Rystil: [sblock]Kirkesh ducks down another ally once he's close to the restraunt, and shifts back into Vanessa, and walks calmly into the restraunt.  She says to the maître-d' "Excuse me, I believe I left something in the ladies room." she says as she walks past him.  Ducking into the mens room when no one's looking, he emerges himself, and heads back to meet Vanessa.

"I'm sorry I took so long, but we should go.  We have our run of the town tonight, and only so much time my goddess." He smiles, pulling her close and giving her a big kiss.

OOC: If I skiped a bit forward, sorry.  I figured this wasn't too much, but you can backtrack me if needed and I'll adjust accordingly.[/sblock]


----------



## Rystil Arden (Jul 9, 2005)

Yuriko:
[SBLOCK]
(OOC: Don't worry, I didn't forget the feat, but your Dodge target, as stated, was the Kyozoku named Barai, and he was dead before you could use it last round )

*Yuriko slams her elbow into the charging bandit's windpipe, stunning him and rendering him unable to anything but gasp for air, while at the same time she performs a circle-kick, first sweeping the flanking hito off his feet and then delivering a solid blow to his chest with her foot. Meanwhile, she watches the would-be rapist carefully, anticipating his possible courses of attack, her leg still completely the arc from the attack against its first target.*

*Sure enough, the fool makes a simple thrust for Yuriko's belly to try to spill her guts, and though his attack is a good one--well placed and timed, she had expected this and sucked in her breath, bending backwards as her leg finished its arc, sweeping over, up, and under across his legs and bowling him over while delivering a blow to his face.*

*The formerly flanking bandit attempts to rise, but Yuriko catches him off guard with a punch to his head, causing his vision to blur as he swings and misses her with his blade.*

*Finally, the last hito reaches the fight, moving to let the flanker flank once more as he misses Yuriko with his blade.*

(OOC:

Yuriko's Attacks 10 + 5 = 15, 18 + 5 = 23, both hit 

Charger's Fort Save 5 + 5 = 10, failure. 
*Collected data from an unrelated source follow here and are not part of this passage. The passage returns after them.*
FORMATS = ("saturation", "competition")
_FORMAT_ALIASES = {"saturation": "saturation", "competition": "competition", "competition-binding": "competition"}
_EPS = np.finfo(float).eps

FloatArray = npt.NDArray[np.float64]
IntArray = npt.NDArray[np.intp]
BoolArray = npt.NDArray[np.bool_]
#: f(x, idx) -> values for the problems ``idx`` at points ``x`` (see :func:`find_root`)
RootFn = Callable[[FloatArray, IntArray], FloatArray]


# ----------------------------------------------------------------------------- root finding
def find_root(f: RootFn, lo: npt.ArrayLike, hi: npt.ArrayLike, *, xtol: float = 1e-13, maxiter: int = 200) -> FloatArray:
    """Vectorised bracketed root of ``f`` (Chandrupatla 1997, Adv Eng Softw 28:145-149).

    ``f(x, idx)`` evaluates the function for the problems ``idx`` (an integer
    index array) at points ``x`` (same length).  ``lo``/``hi`` bracket a sign
    change for every problem (not checked beyond a nan result).  Converges to
    ``xtol`` absolute + 4 eps relative; the inverse-quadratic steps fall back to
    bisection, so the worst case is bisection.  Returns the root array.
    """
    a = np.array(lo, dtype=float, copy=True).ravel()
    b = np.array(hi, dtype=float, copy=True).ravel()
    n = a.size
    idx_all = np.arange(n)
    fa = np.asarray(f(a, idx_all), dtype=float)
    fb = np.asarray(f(b, idx_all), dtype=float)
    out = np.full(n, np.nan)
    done0 = fa == 0
    out[done0] = a[done0]
    done1 = (fb == 0) & ~done0
    out[done1] = b[done1]
    bad = (np.sign(fa) == np.sign(fb)) & ~done0 & ~done1
    active = ~(done0 | done1 | bad)
    idx = idx_all[active]
    # state: a = newest point, b = the other end of the bracket, c = previous
    x1, f1 = a[active], fa[active]
    x2, f2 = b[active], fb[active]
    x3, f3 = x2.copy(), f2.copy()
    t = np.full(idx.size, 0.5)
    for _ in range(maxiter):
        if idx.size == 0:
            break
        xt = x1 + t * (x2 - x1)
        ft = np.asarray(f(xt, idx), dtype=float)
        same = np.sign(ft) == np.sign(f1)
        # same sign as x1: x3 <- x1, x1 <- xt ; else x3 <- x2, x2 <- x1, x1 <- xt
        x3 = np.where(same, x1, x2)
        f3 = np.where(same, f1, f2)
        x2 = np.where(same, x2, x1)
        f2 = np.where(same, f2, f1)
        x1, f1 = xt, ft
        use1 = np.abs(f1) < np.abs(f2)
        xm = np.where(use1, x1, x2)
        fm = np.where(use1, f1, f2)
        tol = 4.0 * _EPS * np.abs(xm) + xtol
        width = np.abs(x2 - x1)
        with np.errstate(divide="ignore", invalid="ignore"):
            tlim = tol / width
        conv = (tlim > 0.5) | (fm == 0) | ~np.isfinite(fm)
        if np.any(conv):
            out[idx[conv]] = xm[conv]
            keep = ~conv
            idx, x1, f1, x2, f2, x3, f3, tlim = (v[keep] for v in (idx, x1, f1, x2, f2, x3, f3, tlim))
        if idx.size == 0:
            break
        with np.errstate(divide="ignore", invalid="ignore"):
            xi = (x1 - x2) / (x3 - x2)
            phi = (f1 - f2) / (f3 - f2)
            iqi = (phi**2 < xi) & ((1.0 - phi) ** 2 < 1.0 - xi)
            t_new = f1 / (f2 - f1) * f3 / (f2 - f3) + (x3 - x1) / (x2 - x1) * f1 / (f3 - f1) * f2 / (f3 - f2)
        t = np.where(iqi & np.isfinite(t_new), t_new, 0.5)
        t = np.clip(t, tlim, 1.0 - tlim)
    if idx.size:  # not converged within maxiter: best point so far
        use1 = np.abs(f1) < np.abs(f2)
        out[idx] = np.where(use1, x1, x2)
    return out


def _expand_bracket(g: RootFn, guess: FloatArray, idx_n: int, *, factor: float = 4.0,
                    max_steps: int = 80) -> tuple[FloatArray, FloatArray]:
    """For decreasing-in-x ``g`` (log-x space), find lo/hi with g(lo) > 0 > g(hi)."""
    lo = guess - np.log(factor)
    hi = guess + np.log(factor)
    step = np.log(16.0)
    idx = np.arange(idx_n, dtype=np.intp)
    for _ in range(max_steps):
        glo = g(lo, idx)
        need = glo <= 0
        if not need.any():
            break
        lo = np.where(need, lo - step, lo)
    for _ in range(max_steps):
        ghi = g(hi, idx)
        need = ghi >= 0
        if not need.any():
            break
        hi = np.where(need, hi + step, hi)
    return lo, hi


# ----------------------------------------------------------------------------- helpers
def _arr(x: Any, name: str, *, allow_zero: bool = False) -> FloatArray:
    a = np.asarray(x, dtype=float)
    if a.size and (not np.all(np.isfinite(a)) or np.any(a < 0) or (not allow_zero and np.any(a == 0))):
        raise InputError(f"{name} must be {'non-negative' if allow_zero else 'positive'} and finite")
    return a


def _format(fmt: str) -> str:
    try:
        return _FORMAT_ALIASES[str(fmt).strip().lower()]
    except KeyError:
        raise InputError(f"unknown assay format {fmt!r}: use saturation or competition") from None


def _tracer(tracer_kd: Any, tracer_koff: Any, tracer_conc: Any, tracer_residence_time: Any = None,
            tracer_kon: Any = None) -> tuple[FloatArray, FloatArray, FloatArray]:
    """Tracer (KD, koff, concentration); koff may come as a residence time, or KD/koff via kon."""
    if tracer_koff is None and tracer_residence_time is not None:
        tracer_koff = 1.0 / _arr(tracer_residence_time, "tracer residence time")
    if tracer_kon is not None:
        kon = _arr(tracer_kon, "tracer kon")
        if tracer_koff is None and tracer_kd is not None:
            tracer_koff = kon * _arr(tracer_kd, "tracer KD")
        elif tracer_kd is None and tracer_koff is not None:
            tracer_kd = _arr(tracer_koff, "tracer koff") / kon
    if tracer_kd is None or tracer_koff is None or tracer_conc is None:
        raise InputError("competition format needs the tracer's KD, koff (or residence time) and concentration")
    return _arr(tracer_kd, "tracer KD"), _arr(tracer_koff, "tracer koff"), _arr(tracer_conc, "tracer concentration")


# ----------------------------------------------------------------------------- saturation
def saturation_fold(koff_t: npt.ArrayLike) -> FloatArray:
    """Fold shift x = apparent KD / KD of the saturation format as a function of tau = koff*t.

    Solves x/(1+x) (1 - exp(-tau (1+x))) = 1/2.  Bracket: x >= max(1, ln2/tau - 1)
    (either factor <= 1/2 there) and x <= max(3, ln3/tau) (3/4 * 2/3 >= 1/2).
    Root in log x; relative accuracy ~1e-13.
    """
    tau = np.asarray(koff_t, dtype=float)
    shape = tau.shape
    tau = tau.ravel()
    lo = np.log(np.maximum(1.0, LN2 / tau - 1.0))
    hi = np.log(np.maximum(3.0, np.log(3.0) / tau))

    def g(lx: FloatArray, idx: IntArray) -> FloatArray:
        x = np.exp(lx)
        tt = tau[idx]
        return x / (1.0 + x) * -np.expm1(-tt * (1.0 + x)) - 0.5

    # at tau -> inf the lower end is a root itself (g = 0); find_root returns it
    return np.exp(find_root(g, lo, hi)).reshape(shape)


def apparent_kd_saturation(kd: npt.ArrayLike, koff: npt.ArrayLike, incubation: npt.ArrayLike) -> FloatArray:
    """Apparent KD of a saturation experiment read at ``incubation`` (see module doc)."""
    kd, koff, t = np.broadcast_arrays(_arr(kd, "KD"), _arr(koff, "koff"), _arr(incubation, "incubation time"))
    return kd * saturation_fold(koff * t)


# ----------------------------------------------------------------------------- competition
def _competition_ratio(log_i: FloatArray, t: FloatArray, L: FloatArray, k1: FloatArray, k2: FloatArray,
                       k3: FloatArray, k4: FloatArray, tpre: FloatArray) -> FloatArray:
    """Tracer binding with competitor / without, at time t after tracer addition."""
    conc = np.exp(log_i)
    ref = association(t, L, k1, k2)
    if np.any(tpre > 0):
        # pre-incubation of competitor with receptor, no tracer: one-ligand association
        with np.errstate(divide="ignore", invalid="ignore"):
            ri0 = np.where(tpre > 0, conc * k3 / (conc * k3 + k4) * -np.expm1(-(k3 * conc + k4) * tpre), 0.0)
        rl, _ = competitive_binding(t, L, k1, k2, conc, k3, k4, 0.0, ri0)
        plain = motulsky_mahan(t, L, k1, k2, conc, k3, k4)
        b = np.where(tpre > 0, rl, plain)
    else:
        b = motulsky_mahan(t, L, k1, k2, conc, k3, k4)
    return b / ref


def competition_ic50(kon: npt.ArrayLike, koff: npt.ArrayLike, incubation: npt.ArrayLike, tracer_kd: npt.ArrayLike,
                     tracer_koff: npt.ArrayLike, tracer_conc: npt.ArrayLike,
                     preincubation: npt.ArrayLike = 0.0) -> FloatArray:
    """IC50 at ``incubation`` for a competitor (kon, koff) against a tracer (Motulsky & Mahan 1984).

    ``koff = 0`` (irreversible) is allowed.  Everything broadcasts; returns M.
    """
    arrs = np.broadcast_arrays(
        *(np.asarray(a, dtype=float) for a in (kon, koff, incubation, tracer_kd, tracer_koff, tracer_conc, preincubation))
    )
    k3, k4, t, kd_t, k2, L, tpre = (a.ravel() for a in arrs)
    shape = arrs[0].shape
    k1 = k2 / kd_t
    # starting guess: the larger of the equilibrium IC50 and the finite-time floor
    with np.errstate(divide="ignore"):
        ki = k4 / k3
        eq = ki * (1.0 + L / kd_t)
        floor = LN2 / (k3 * (t + tpre)) * (1.0 + L / kd_t)
    guess = np.log(np.maximum(eq, floor))

    def g(lx: FloatArray, idx: IntArray) -> FloatArray:
        return _competition_ratio(lx, t[idx], L[idx], k1[idx], k2[idx], k3[idx], k4[idx], tpre[idx]) - 0.5

    lo, hi = _expand_bracket(g, guess, t.size)
    return np.exp(find_root(g, lo, hi)).reshape(shape)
Charger takes 11 Damage and is Stunned for 1 round (so until next round any attacks are sneaks)

Opposed Trip Yuriko vs Flanker 13 + 8 = 21 vs 1 + 3 = 4, Tripped!

Yuriko's Follow-up Attack 15 + 9 = 24, Hit!

Flanker takes 6 Damage.

Raper's Attack 14 + 5 = 19, Hit--Wait no that missed thanks to Dodge. Oops!

Yuriko's follow up trip: 9 + 5 = 14, hits for the touch attack

Opposed Trip Attempt Yuriko vs Raper 15 + 8 = 23 vs 18 + 3 = 21, Raper is Tripped!

Follow-up Attack to the Follow-up Trip! 9 + 9 = 18, Hit.

Raper takes 8 damage!

Yuriko's Attack of Opportunity 10 + 9 = 19, Hit.

Flanker takes 8 more damage!

Flanker 13 + 4 = 17, Miss.

Straggler 11 + 7 = 18, Miss.

Yuriko's turn--oh, and Yuriko rocks! Looks at all the stuff she did this round without being scratched  )
[/SBLOCK]


----------



## Keia (Jul 9, 2005)

*Yotsu Yuriko, Martial Artist*

*Rystil Only*[sblock]*Yuriko concentrated on the one's that were disabled first . . . Ayame always instructed to strike when and where you enemy was weakest.  The crane nestled in the reeds, followed by the pouncing lion . . . fortunes willing, she would yet survive and save the farmers that yet lived . . .

OOC: Flurry, Strike on the stunned charger - +5, 1d8+4 +2d6.  Second strike Improved trip followed by a stunning fist on the flanker.  Dodge opponent on the straggler.[/sblock]


----------



## Rystil Arden (Jul 9, 2005)

Kirkesh:
[SBLOCK]
*The maître-d' does a startled double-take, and then regains his composure.*

"But of course, milady, though I could swear I just saw you...never mind.  Please, make yourself at home." 

*And he smiles nervously.*

*When Kirkesh is back to his usual self, he exits the men's room to see Vanessa coming out of the ladies room at the same time.  That explains the maître-d's confusion, she had ironically just asked to go to the bathroom before Kirkesh came back into the restaurant!*
[/SBLOCK]


----------



## Bront (Jul 9, 2005)

Rystil Arden said:
			
		

> Kirkesh:
> [SBLOCK]
> *The maître-d' does a startled double-take, and then regains his composure.*
> 
> ...



Rystil: [Sblock]"There you are sweet Vanessa.  Come, let's settle up here and explore the town.  The night is young, and there is much for us to see."  Kirkesh holds her hand as he leads her back to their table, and grabs the unopened bottle of champaign.[/sblock]


----------



## Rystil Arden (Jul 9, 2005)

Yuriko:
[SBLOCK]

*Yuriko quickly knocks out the stunned man with a sharp blow to the temple, and knocks the flanking bandit onto the ground flat, staggering him though failing to cause a stunning blow.  As the would-be rapist rises, Yuriko shows him what she thinks about his actions by giving him a swift kick against the side of the thighs, though it doesn't quite hit the sensitive spot she would have preferred.  Nevertheless, he reflexively closes his legs to try to protect himself, missing terribly with his attack and nearly dropping his sword in the process.* 

*The flanker rises, dodging Yuriko's fist, though staggered and unable to bring any attack to bear, and the straggler makes a thrust for which Yuriko is prepared, dodging to the side slightly and sweeping in her leg again, though the bandit is barely able to leap out of the way this time.*

(OOC:

Yuriko's Attack vs stunned Charger 6 + 7 = 13, Hits barely due to flat-footedness and the +2.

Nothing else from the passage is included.